Hybrid Runtimes for Compiled Dataflows
We observe that the OS and database communities face a similar challenge: how do we optimize systems to exploit the characteristics of specialized hardware without sacrificing the flexibility of general-purpose designs? Both communities have independently made progress on developing high-performance systems that exploit modern hardware and that — to a lesser degree — retain flexibility. However, there is scant work that consolidates the efforts from these two core systems communities in the context of the advances mentioned above.

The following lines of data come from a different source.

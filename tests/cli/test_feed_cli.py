"""``blotter feed`` as a process: quotes from a pipe, a named pipe and a file, bad lines told on
stderr with their numbers, a writer killed mid-feed leaving whole batches and a sound book, and
``blotter demo-feed`` piped into it. Quotes are invented test data."""

from __future__ import annotations

import json
import os
import signal
import sqlite3
import subprocess
import sys
import threading
import time
from pathlib import Path

from blotter import store


def _blotter(db: Path, *args: str) -> list[str]:
    return [sys.executable, "-m", "blotter", "--db", str(db), *args]


def _spot(db: Path, symbol: str) -> float:
    st = store.open_store(db, read_only=True)
    try:
        return st.load_market().spots[symbol]
    finally:
        st.close()


def _feed_sets(db: Path) -> list[store.MarkSetInfo]:
    st = store.open_store(db, read_only=True)
    try:
        return [s for s in st.mark_sets("intraday") if s.source.startswith("file:")]
    finally:
        st.close()


def test_quotes_from_standard_input_with_bad_lines(demo_db: Path) -> None:
    lines = [
        '{"symbol": "DEMOA", "spot": 181.5}',
        '{"symbol": "GHOST", "spot": 10}',
        "this is not a quote",
        '{"symbol": "DEMOB", "spot": 63.25}',
        '{"symbol": "DEMOA", "spot": 182.0}',
    ]
    r = subprocess.run(
        _blotter(demo_db, "feed", "--throttle", "0", "--json"),
        input="\n".join(lines) + "\n",
        capture_output=True,
        text=True,
        timeout=120,
        check=False,
    )
    assert r.returncode == 1, r.stderr  # some lines were bad: said in the exit code
    assert "Traceback" not in r.stderr
    assert "line 2: unknown underlying GHOST; nothing written for it" in r.stderr
    assert "line 3: not JSON" in r.stderr
    report = json.loads(r.stdout)
    assert report["bad_lines"] == 2 and [b["line"] for b in report["bad"]] == [2, 3]
    assert report["quotes"] == 3
    assert _spot(demo_db, "DEMOA") == 182.0 and _spot(demo_db, "DEMOB") == 63.25
    assert all(s.source == "file:stdin" for s in _feed_sets(demo_db))


def test_a_csv_file_feed(demo_db: Path, tmp_path: Path) -> None:
    src = tmp_path / "quotes.csv"
    src.write_text("symbol,spot\nDEMOA,175.25\nDEMOB,61\n", encoding="utf-8")
    r = subprocess.run(
        _blotter(demo_db, "feed", str(src)), capture_output=True, text=True, timeout=120,
        check=False,
    )
    assert r.returncode == 0, r.stderr
    assert "2 quotes taken" in r.stderr
    assert _spot(demo_db, "DEMOA") == 175.25 and _spot(demo_db, "DEMOB") == 61.0
    assert {s.source for s in _feed_sets(demo_db)} == {f"file:{src}"}


def test_a_wrong_csv_header_writes_nothing(demo_db: Path, tmp_path: Path) -> None:
    src = tmp_path / "quotes.csv"
    src.write_text("sym,price\nDEMOA,175.25\n", encoding="utf-8")
    before = _spot(demo_db, "DEMOA")
    r = subprocess.run(
        _blotter(demo_db, "feed", str(src)), capture_output=True, text=True, timeout=120,
        check=False,
    )
    assert r.returncode == 1 and "header" in r.stderr and "Traceback" not in r.stderr
    assert _spot(demo_db, "DEMOA") == before and not _feed_sets(demo_db)


def test_a_named_pipe_is_read_as_quotes_arrive(demo_db: Path, tmp_path: Path) -> None:
    fifo = tmp_path / "quotes.pipe"
    os.mkfifo(fifo)
    proc = subprocess.Popen(
        _blotter(demo_db, "feed", "--throttle", "0", str(fifo)),
        stderr=subprocess.PIPE,
        text=True,
    )
    try:
        with open(fifo, "w", encoding="utf-8") as pipe:
            pipe.write('{"symbol": "DEMOA", "spot": 170.5}\n')
            pipe.flush()
            deadline = time.monotonic() + 60
            while time.monotonic() < deadline and not _feed_sets(demo_db):
                time.sleep(0.1)
            # written while the pipe is still open: the feed does not wait for its end
            assert _spot(demo_db, "DEMOA") == 170.5
        assert proc.wait(timeout=60) == 0
    finally:
        proc.kill()
        proc.wait()


def test_a_writer_killed_mid_feed_leaves_whole_batches(demo_db: Path) -> None:
    proc = subprocess.Popen(
        _blotter(demo_db, "feed", "--throttle", "0"),
        stdin=subprocess.PIPE,
        stderr=subprocess.DEVNULL,
        text=True,
    )
    assert proc.stdin is not None
    stop = threading.Event()

    def pump() -> None:
        i = 0
        try:
            while not stop.is_set():
                assert proc.stdin is not None
                proc.stdin.write(
                    f'{{"symbol": "DEMOA", "spot": {150 + i % 50}}}\n'
                    f'{{"symbol": "DEMOB", "spot": {50 + i % 20}}}\n'
                )
                proc.stdin.flush()
                i += 1
        except (BrokenPipeError, OSError):
            return

    writer = threading.Thread(target=pump, daemon=True)
    writer.start()
    deadline = time.monotonic() + 60
    while time.monotonic() < deadline and len(_feed_sets(demo_db)) < 20:
        time.sleep(0.05)
    os.kill(proc.pid, signal.SIGKILL)
    proc.wait(timeout=30)
    stop.set()
    writer.join(timeout=10)
    try:
        proc.stdin.close()  # its reader is gone: closing flushes into a broken pipe
    except BrokenPipeError:
        pass
    sets = _feed_sets(demo_db)
    assert len(sets) >= 20
    conn = sqlite3.connect(demo_db)
    try:
        assert conn.execute("PRAGMA integrity_check").fetchone()[0] == "ok"
        for s in sets:  # each batch whole: its recorded count is the rows it holds, both names
            held = conn.execute(
                "SELECT count(*) FROM mark WHERE mark_set_id = ?", (s.id,)
            ).fetchone()[0]
            assert held == s.marks >= 1
    finally:
        conn.close()
    assert 150 <= _spot(demo_db, "DEMOA") < 200  # the book opens and values the feed's marks


def test_demo_feed_piped_into_feed_moves_the_spots(demo_db: Path) -> None:
    before = _spot(demo_db, "DEMOA")
    demo = subprocess.run(
        _blotter(demo_db, "demo-feed", "--count", "12", "--rate", "1000", "--seed", "7"),
        capture_output=True, text=True, timeout=120, check=True,
    )
    quotes = [json.loads(line) for line in demo.stdout.splitlines()]
    assert len(quotes) == 12 and {"symbol", "spot"} <= set(quotes[0])
    st = store.open_store(demo_db, read_only=True)
    try:
        names = st.load_underlyings()
    finally:
        st.close()
    ticks = dict(zip(names.symbols, names.ticks, strict=True))
    for q in quotes:  # each quote is on its underlying's tick
        steps = q["spot"] / ticks[q["symbol"]]
        assert abs(steps - round(steps)) < 1e-6, q
    fed = subprocess.run(
        _blotter(demo_db, "feed", "--throttle", "0"),
        input=demo.stdout, capture_output=True, text=True, timeout=120, check=False,
    )
    assert fed.returncode == 0, fed.stderr
    last_a = [q["spot"] for q in quotes if q["symbol"] == "DEMOA"][-1]
    assert _spot(demo_db, "DEMOA") == last_a != before


def test_the_feed_logs_bad_lines_and_its_end(demo_db: Path, tmp_path: Path) -> None:
    log = tmp_path / "feed.log"
    text = '{"symbol": "DEMOA", "spot": 181}\n{"symbol": "GHOST", "spot": 1}\n'
    r = subprocess.run(
        [sys.executable, "-m", "blotter", "--log-file", str(log), "--db", str(demo_db), "feed"],
        input=text, capture_output=True, text=True, timeout=120, check=False,
    )
    assert r.returncode == 1, r.stderr
    lines = log.read_text(encoding="utf-8").splitlines()
    assert len(lines) == 2, lines
    assert " WARNING blotter.feed: file:stdin line 2: unknown underlying GHOST" in lines[0]
    assert " INFO blotter.feed: file:stdin ended: 2 lines, 1 quotes, 1 marks written" in lines[1]
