"""Shell completion (click's ``_BLOTTER_COMPLETE``) answers without loading the valuation stack."""

from __future__ import annotations

import json
import os
import re
import shutil
import subprocess
import sys
from pathlib import Path

import pytest

HEAVY = ("numpy", "scipy", "numba", "textual", "openpyxl")
"""Packages a TAB must not wait for: each costs tens to hundreds of milliseconds to import."""

PROBE = """
import json, sys
from blotter.cli import main
try:
    main(prog_name="blotter")
except SystemExit:
    pass
print(json.dumps(sorted(m for m in {heavy!r} if m in sys.modules)), file=sys.stderr)
"""


@pytest.mark.parametrize(
    ("words", "cword", "expected"),
    [
        ("blotter tr", "1", "plain,trade"),
        ("blotter trade im", "2", "plain,import"),
        ("blotter risk --v", "2", "plain,--vega-unit"),
        ("blotter bench --only e", "3", "plain,engine"),
        ("blotter underlying add X --kind s", "5", "plain,stock"),
    ],
)
def test_a_completion_run_completes_without_numpy(words: str, cword: str, expected: str) -> None:
    env = dict(os.environ, _BLOTTER_COMPLETE="bash_complete", COMP_WORDS=words, COMP_CWORD=cword)
    r = subprocess.run(
        [sys.executable, "-c", PROBE.format(heavy=HEAVY)],
        env=env, capture_output=True, text=True, timeout=60, check=True,
    )
    assert expected in r.stdout.splitlines()
    assert json.loads(r.stderr.strip().splitlines()[-1]) == []


def test_the_readme_s_completion_lines_give_a_script_for_each_shell() -> None:
    readme = (Path(__file__).parents[2] / "README.md").read_text()
    shells = re.findall(r"_BLOTTER_COMPLETE=(\w+)_source blotter", readme)
    assert sorted(shells) == ["bash", "fish", "zsh"]
    here = Path(sys.executable).with_name("blotter")
    command = str(here) if here.exists() else shutil.which("blotter")
    if not command:
        pytest.skip("the blotter command is not installed")
    for shell in shells:
        env = dict(os.environ, _BLOTTER_COMPLETE=f"{shell}_source")
        r = subprocess.run(  # the installed command: click names the variable after it
            [command], env=env, capture_output=True,
            text=True, timeout=60, check=True,
        )
        assert "_blotter_completion" in r.stdout and f"{shell}_complete" in r.stdout
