"""``blotter`` with no command and no terminal refuses to start the app, in one line of words."""

from __future__ import annotations

import os
import pty
import subprocess
import sys
from pathlib import Path

import pytest


@pytest.mark.parametrize("piped", ["stdin", "stdout", "both"])
def test_bare_blotter_without_a_terminal_says_to_use_a_command(piped: str, demo_db: Path) -> None:
    # The side that is not piped is a pseudo-terminal, so each side is checked on its own.
    leader, follower = pty.openpty()
    try:
        with open(os.devnull, "rb") as null_in:
            r = subprocess.run(
                [sys.executable, "-m", "blotter", "--db", str(demo_db)],
                stdin=null_in if piped in ("stdin", "both") else follower,
                stdout=subprocess.PIPE if piped in ("stdout", "both") else follower,
                stderr=subprocess.PIPE, timeout=60,
            )
    finally:
        os.close(follower)
        os.close(leader)
    assert r.returncode == 1
    lines = r.stderr.decode().strip().splitlines()
    assert len(lines) == 1, lines
    assert "no terminal" in lines[0] and "blotter --help" in lines[0]
    if r.stdout is not None:
        assert r.stdout == b""  # no screen drawn into the pipe
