def sub_book(book: Book, rows: np.ndarray) -> Book:
    """The positions ``rows`` of ``book`` as a book of their own (same underlyings)."""
    rows = np.asarray(rows, dtype=np.int64)
    return Book(
        name=book.name,
        underlyings=book.underlyings,
        reference_index=book.reference_index,
        contract_ids=book.contract_ids[rows],
        labels=tuple(book.labels[int(i)] for i in rows),
        underlying_idx=book.underlying_idx[rows],
        is_option=book.is_option[rows],
        is_call=book.is_call[rows],
        american=book.american[rows],
        strikes=book.strikes[rows],
        expiries=book.expiries[rows],
        multipliers=book.multipliers[rows],
        quantities=book.quantities[rows],
        cash_settled=book.cash_settled[rows],
        is_trial=book.is_trial[rows],
    )
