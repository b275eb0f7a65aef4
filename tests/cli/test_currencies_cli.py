"""Reports of a book holding a USD and a EUR name: every money field carries its currency, totals
are per currency and the total across both is "—" (null in JSON), never a sum.

Reference: QuantLib 1.44 AnalyticEuropeanEngine values each option (flat curves, Actual365Fixed,
199 days: 2026-12-01 20:00 UTC to the 16:00 New York close of 2027-06-18): a USD call (S 100,
K 100, r 4%, σ 25%, 10 contracts of 100) and a EUR put (S 50, K 50, r 2.5%, σ 30%, −20 of 100).
That amounts in two currencies do not add without an exchange rate is common practice.
"""

from __future__ import annotations

import csv
import io
import json
from collections.abc import Iterator
from datetime import UTC, datetime
from pathlib import Path
from typing import Any

import pytest
from cli_helpers import run
from ql_reference import european

from blotter import store as store_mod

T0 = "2026-12-01T20:00:00Z"


def _usd(spot: float = 100.0) -> float:
    return 1000 * european(True, spot, 100.0, 0.04, 0.25, 199)


def _eur(spot: float = 50.0) -> float:
    return -2000 * european(False, spot, 50.0, 0.025, 0.30, 199)


@pytest.fixture
def two_currencies(tmp_path: Path) -> Iterator[str]:
    """AAA in USD and BBB in EUR, fully marked, one option each, the same expiry."""
    with store_mod.use_clock(lambda: datetime(2026, 12, 1, 20, 30, tzinfo=UTC)):
        yield _two_currency_book(tmp_path)


def _two_currency_book(tmp_path: Path) -> str:
    db = str(tmp_path / "fx.db")
    run("create", db, "--book", "desk")
    for sym, ccy, spot, vol, rate in (
        ("AAA", "USD", "100", "25%", "4%"),
        ("BBB", "EUR", "50", "30%", "2.5%"),
    ):
        run("--db", db, "underlying", "add", sym, "--kind", "stock", "--currency", ccy,
            "--multiplier", "100", "--european")
        run("--db", db, "mark", "spot", sym, spot)
        run("--db", db, "mark", "vol", sym, "2027-06-18", vol)
        run("--db", db, "mark", "rate", ccy, "90", rate)
    run("--db", db, "trade", "add", "AAA", "--expiry", "2027-06-18", "--strike", "100", "--call",
        "--qty", "10", "--price", "9", "--time", T0)
    run("--db", db, "trade", "add", "BBB", "--expiry", "2027-06-18", "--strike", "50", "--put",
        "--qty", "-20", "--price", "4", "--time", T0)
    return db


def _json(db: str, *args: str) -> dict[str, Any]:
    return json.loads(run("--db", db, *args, "--json").stdout)


def _csv(db: str, *args: str) -> list[dict[str, str]]:
    return list(csv.DictReader(io.StringIO(run("--db", db, *args, "--csv").stdout)))


def test_risk_totals_per_currency(two_currencies: str) -> None:
    out = _json(two_currencies, "risk", "--at", T0, "--by", "expiry")
    assert {r["underlying"]: r["currency"] for r in out["by_underlying"]} == {
        "AAA": "USD", "BBB": "EUR"
    }
    total = out["total"]
    assert total["currency"] is None and total["value"] is None and total["vega_pt"] is None
    assert {c: d["value"] for c, d in total["by_currency"].items()} == pytest.approx(
        {"USD": _usd(), "EUR": _eur()}, rel=1e-9
    )
    (bucket,) = out["by_expiry"]  # both options expire in one month
    assert bucket["currency"] is None and bucket["delta_cash"] is None
    assert set(bucket["by_currency"]) == {"USD", "EUR"}
    rows = _csv(two_currencies, "risk", "--at", T0)
    assert [(r["underlying"], r["currency"]) for r in rows] == [
        ("AAA", "USD"), ("BBB", "EUR"), ("total", "USD"), ("total", "EUR")
    ]
    assert float(rows[3]["value"]) == pytest.approx(_eur(), rel=1e-9)
    table = run("--db", two_currencies, "risk", "--at", T0).stdout
    assert "money in each underlying's currency (USD, EUR)" in table
    all_row = next(line for line in table.splitlines() if line.split()[:2] == ["total", "all"])
    assert set(all_row.split()[2:]) == {"—"}
    assert "book currency" not in table and "$/pt" not in table.split("\n\n")[-1]


def test_whatif_ladder_and_explain_never_add_currencies(two_currencies: str) -> None:
    moved = {"USD": _usd(97.0) - _usd(), "EUR": _eur(48.5) - _eur()}
    out = _json(two_currencies, "whatif", "spot -3%", "--at", T0)
    assert out["total"]["currency"] is None and out["total"]["full"] is None
    assert {c: r["full"] for c, r in out["total"]["by_currency"].items()} == pytest.approx(
        moved, rel=1e-9
    )
    assert [r["currency"] for r in out["by_underlying"]] == ["USD", "EUR"]
    rows = _csv(two_currencies, "whatif", "spot -3%", "--at", T0)
    assert [(r["underlying"], r["currency"]) for r in rows][-2:] == [
        ("total", "USD"), ("total", "EUR")
    ]
    lad = _json(two_currencies, "grid", "--spot", "-3", "--vol", "0", "--at", T0)
    assert lad["full"] is None and lad["worst"] is None and lad["currency"] is None
    assert {c: g["full"][0][0] for c, g in lad["by_currency"].items()} == pytest.approx(
        moved, rel=1e-9
    )
    cells = _csv(two_currencies, "grid", "--spot", "-3", "--vol", "0", "--at", T0)
    assert {r["currency"]: float(r["full"]) for r in cells} == pytest.approx(moved, rel=1e-9)
    text = run("--db", two_currencies, "grid", "--at", T0).stdout
    assert "worst cell in USD" in text and "worst cell in EUR" in text
    with store_mod.use_clock(lambda: datetime(2026, 12, 1, 21, 0, tzinfo=UTC)):
        run("--db", two_currencies, "mark", "close")
    ex = _json(two_currencies, "explain", "--to", "now")
    assert ex["total"]["currency"] is None and ex["total"]["actual"] is None
    assert set(ex["total"]["by_currency"]) == {"USD", "EUR"}
    assert [r["currency"] for r in ex["by_underlying"]] == ["USD", "EUR"]
    assert [r["currency"] for r in _csv(two_currencies, "explain", "--to", "now")] == [
        "USD", "EUR", "USD", "EUR"
    ]


def test_a_single_currency_book_adds_only_the_currency_fields(demo_db: Path) -> None:
    out = _json(str(demo_db), "risk", "--at", "2026-11-30T16:45")
    total = out["total"]
    assert total["currency"] == "USD" and list(total["by_currency"]) == ["USD"]
    assert total["by_currency"]["USD"]["value"] == total["value"]
    assert all(r["currency"] == "USD" for r in out["by_underlying"])
    move = _json(str(demo_db), "whatif", "spot -3%", "--at", "2026-11-30T16:45")
    assert move["total"]["by_currency"]["USD"]["full"] == move["total"]["full"]
    lad = _json(str(demo_db), "grid", "--at", "2026-11-30T16:45")
    assert lad["currency"] == "USD" and lad["by_currency"]["USD"]["full"] == lad["full"]
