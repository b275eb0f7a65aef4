"""History through the commands: one close per business date and its correction, cancels of a
trade booked on a fast clock, and time options read at the store's precision (microseconds)."""

from __future__ import annotations

import json
from datetime import UTC, datetime, timedelta
from pathlib import Path
from zoneinfo import ZoneInfo

import pytest
from cli_helpers import run

import blotter.store as st


@pytest.fixture(autouse=True)
def _own_settings(tmp_path: Path, monkeypatch: pytest.MonkeyPatch) -> None:
    monkeypatch.setenv("XDG_DATA_HOME", str(tmp_path / "xdg"))
    monkeypatch.delenv("BLOTTER_DB", raising=False)
    monkeypatch.setenv("BLOTTER_TZ", "America/New_York")


def test_a_second_close_of_the_day_is_refused_and_corrected_by_date(demo_db: Path) -> None:
    db = str(demo_db)
    first = json.loads(run("mark", "close", "--json", "--db", db).stdout)
    day = first["business_date"]
    today = st.business_date(datetime.now(UTC), ZoneInfo("America/New_York")).isoformat()
    assert day == today and first["corrects"] is None
    again = run("mark", "close", "--db", db, code=1)
    assert f"the close of {day} is already written" in again.stderr
    assert f"--corrects {first['mark_set_id']}" in again.stderr and "Traceback" not in again.output
    run("mark", "spot", "DEMOA", "181.5", "--db", db)
    fixed = json.loads(run("mark", "close", "--corrects", day, "--json", "--db", db).stdout)
    assert fixed["corrects"] == first["mark_set_id"] and fixed["business_date"] == day
    text = run("mark", "close", "--corrects", str(first["mark_set_id"]), "--db", db, code=1)
    assert f"already corrected by set {fixed['mark_set_id']}" in text.stderr
    sets = json.loads(run("mark", "list", "--sets", "--json", "--db", db).stdout)
    assert [s["business_date"] for s in sets if s["kind"] == "close"][-2:] == [day, day]
    explained = json.loads(run("explain", "--json", "--db", db).stdout)
    assert explained["to"]["id"] == fixed["mark_set_id"] and explained["to"]["corrects"] == (
        first["mark_set_id"]
    )
    assert explained["from"]["business_date"] == "2026-11-30"  # the demo's last close


def test_a_trade_booked_on_a_fast_clock_is_cancelled_from_the_command_line(
    demo_db: Path, monkeypatch: pytest.MonkeyPatch
) -> None:
    fast = st.open_store(demo_db, clock=lambda: datetime.now(UTC) + timedelta(hours=1))
    with fast as s:
        tid = s.add_trade("equity-vol", "DEMOA", 100, 180.0)
    monkeypatch.setenv("BLOTTER_TZ", "America/New_York")
    db = str(demo_db)
    amend = run("trade", "amend", str(tid), "--price", "181", "--reason", "px", "--db", db, code=1)
    assert "one of the two clocks is wrong" in amend.stderr
    out = run("trade", "cancel", str(tid), "--reason", "fat finger", "--db", str(demo_db))
    assert "Traceback" not in out.output
    rows = json.loads(run("trade", "list", "--all", "--json", "--db", str(demo_db)).stdout)
    assert next(r for r in rows if r["trade_id"] == tid)["state"] == "cancelled"


def test_time_options_without_a_zone_keep_fractions_of_a_second(demo_db: Path) -> None:
    """A trade dealt at 10:00:00.3 New York: --since/--until at 10:00:00.2 and 10:00:00.4 (desk
    time, no zone) put it on the right side of each."""
    db = str(demo_db)
    run(
        "trade", "add", "DEMOA", "--qty", "100", "--price", "180", "--book", "equity-vol",
        "--time", "2026-12-01T15:00:00.300Z", "--db", db,
    )  # fmt: skip

    def listed(*window: str) -> bool:
        rows = json.loads(run("trade", "list", *window, "--json", "--db", db).stdout)
        return any(r["trade_time"] == "2026-12-01T15:00:00.300000Z" for r in rows)

    assert listed("--since", "2026-12-01T10:00:00.2")
    assert not listed("--since", "2026-12-01T10:00:00.4")
    assert not listed("--until", "2026-12-01T10:00:00.2")
    assert listed("--until", "2026-12-01T10:00:00.4")


def test_a_close_is_dated_in_the_books_zone_whatever_the_settings(
    demo_db: Path, tmp_path: Path, monkeypatch: pytest.MonkeyPatch
) -> None:
    """The demo book was made in New York time; a terminal whose settings file names another desk
    zone (Kiritimati, UTC+14, a day ahead of New York most of the day) still dates its close in
    the book's zone, as every other terminal does."""
    monkeypatch.delenv("BLOTTER_TZ", raising=False)
    monkeypatch.delenv("BLOTTER_DESK_TZ", raising=False)
    config = tmp_path / "config.toml"
    config.write_text('desk_tz = "Pacific/Kiritimati"\n')
    monkeypatch.setenv("BLOTTER_CONFIG", str(config))
    written = json.loads(run("mark", "close", "--json", "--db", str(demo_db)).stdout)
    book_zone = ZoneInfo("America/New_York")
    assert written["business_date"] == st.business_date(datetime.now(UTC), book_zone).isoformat()
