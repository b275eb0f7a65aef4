"""``--book NAME`` on every report command: one book's trades, the file's marks; an unknown name
is refused in words that list the books there are."""

from __future__ import annotations

import json
from pathlib import Path

import pytest
from cli_helpers import run

from blotter import calendar as cal
from blotter.risk import total, value_book
from blotter.store import open_store

AT = "2026-11-30T16:45"
"""Valuation time (desk-local): a quarter hour after the demo's last close."""

REPORTS = (
    ["risk"],
    ["whatif", "spot", "-3%"],
    ["ladder"],
    ["explain"],
)


def _books(db: Path) -> list[str]:
    with open_store(db, read_only=True) as s:
        return s.book_names()


@pytest.mark.parametrize("command", REPORTS, ids=lambda c: c[0])
def test_an_unknown_book_is_refused_listing_the_books(demo_db: Path, command: list[str]) -> None:
    out = run(*command, "--db", str(demo_db), "--book", "nope", code=1)
    assert "no book named 'nope'" in out.output
    for name in _books(demo_db):
        assert name in out.output


def test_risk_of_one_book_is_that_books_positions(demo_db: Path) -> None:
    names = _books(demo_db)
    assert len(names) >= 2, "the demo book has several books"
    totals = []
    for name in names:
        out = json.loads(run("risk", "--db", str(demo_db), "--at", AT, "--book", name,
                             "--json").stdout)
        assert out["book"] == name
        with open_store(demo_db, read_only=True) as s:
            v = value_book(s.load_book(name), s.load_market(), cal.to_instant(AT))
        assert out["total"]["value"] == pytest.approx(total(v).value, rel=1e-12)
        totals.append(out["total"]["vega_pt"])
    every = json.loads(run("risk", "--db", str(demo_db), "--at", AT, "--json").stdout)
    assert every["book"] is None
    # Vega adds across books (one currency in the demo).
    assert sum(totals) == pytest.approx(every["total"]["vega_pt"], rel=1e-9)


@pytest.mark.parametrize("command", REPORTS, ids=lambda c: c[0])
def test_every_report_takes_a_book(demo_db: Path, command: list[str]) -> None:
    name = _books(demo_db)[0]
    out = run(*command, "--db", str(demo_db), "--book", name)
    assert out.output.strip()


def test_explain_of_each_book_adds_to_all_books(demo_db: Path) -> None:
    parts = [
        json.loads(run("explain", "--db", str(demo_db), "--book", n, "--json").stdout)
        for n in _books(demo_db)
    ]
    every = json.loads(run("explain", "--db", str(demo_db), "--json").stdout)
    assert sum(p["total"]["actual"] for p in parts) == pytest.approx(
        every["total"]["actual"], rel=1e-9, abs=1e-6
    )
    assert sum(p["total"]["new_trades"] for p in parts) == pytest.approx(
        every["total"]["new_trades"], rel=1e-9, abs=1e-6
    )


def test_risk_by_position_has_quantity_mark_vol_days_and_pnl_today(demo_db: Path) -> None:
    from blotter.desk.pnl_today import pnl_today

    out = json.loads(run("risk", "--db", str(demo_db), "--at", AT, "--by", "position",
                         "--json").stdout)
    with open_store(demo_db, read_only=True) as s:
        v = value_book(s.load_book(), s.load_market(), cal.to_instant(AT))
        today = pnl_today(s, cal.to_instant(AT))
    rows = out["by_position"]
    assert len(rows) == len(v.book)
    for i, row in enumerate(rows):
        assert row["quantity"] == float(v.book.quantities[i])
        assert row["currency"] == "USD"
        if row["is_call"] is None:
            assert row["mark_price"] == float(v.spot[i]) and row["days_to_expiry"] is None
        else:
            assert row["mark_price"] == pytest.approx(float(v.greeks.price[i]), rel=1e-12)
            assert row["days_to_expiry"] == pytest.approx(float(v.years[i]) * 365, rel=1e-12)
            assert row["vol"] == pytest.approx(float(v.vol[i]), rel=1e-12)
    assert out["pnl_today"]["close_id"] == today.close_id
    assert out["pnl_today"]["by_currency"]["USD"] == pytest.approx(today.total("USD"))
    text = run("risk", "--db", str(demo_db), "--at", AT, "--by", "position").stdout
    assert "P&L today (since close set" in text
    assert "mark price" in text and "vol %" in text and "days" in text
    csv_head = run("risk", "--db", str(demo_db), "--at", AT, "--by", "position",
                   "--csv").stdout.splitlines()[0]
    assert {"quantity", "mark_price", "vol", "days_to_expiry", "currency"} <= set(
        csv_head.split(",")
    )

We argue that this is an important oversight since a general-purpose OS can get in the way of a high-performance data processing platform resulting in an unnecessary reduction in performance. The mismatch between abstractions and interfaces provided by the OS and the intent of the programmer might also require that the application programmer employ workarounds, essentially gaming the OS. These can be time-intensive, error-prone, and detrimental to the clarity, elegance, and longevity of application code. The goal of this research is to integrate specialization techniques from the OS community (hybrid runtimes, hybrid virtual machines, and advanced virtualization techniques) and DB community (compiled queries and hardware-conscious query execution techniques) for high-performance query processing on modern hardware. Specifically, we propose to develop a high-performance data processing platform called HCDF that runs atop a hybrid of a compilation-based data-flow engine and a lightweight, specialized OS which is optimized for data processing. Our approach will leverage ideas from extant work on specialized operating systems and data processing techniques that exploit modern hardware.
In collaboration with Boris Glavic and the DBGroup at IIT.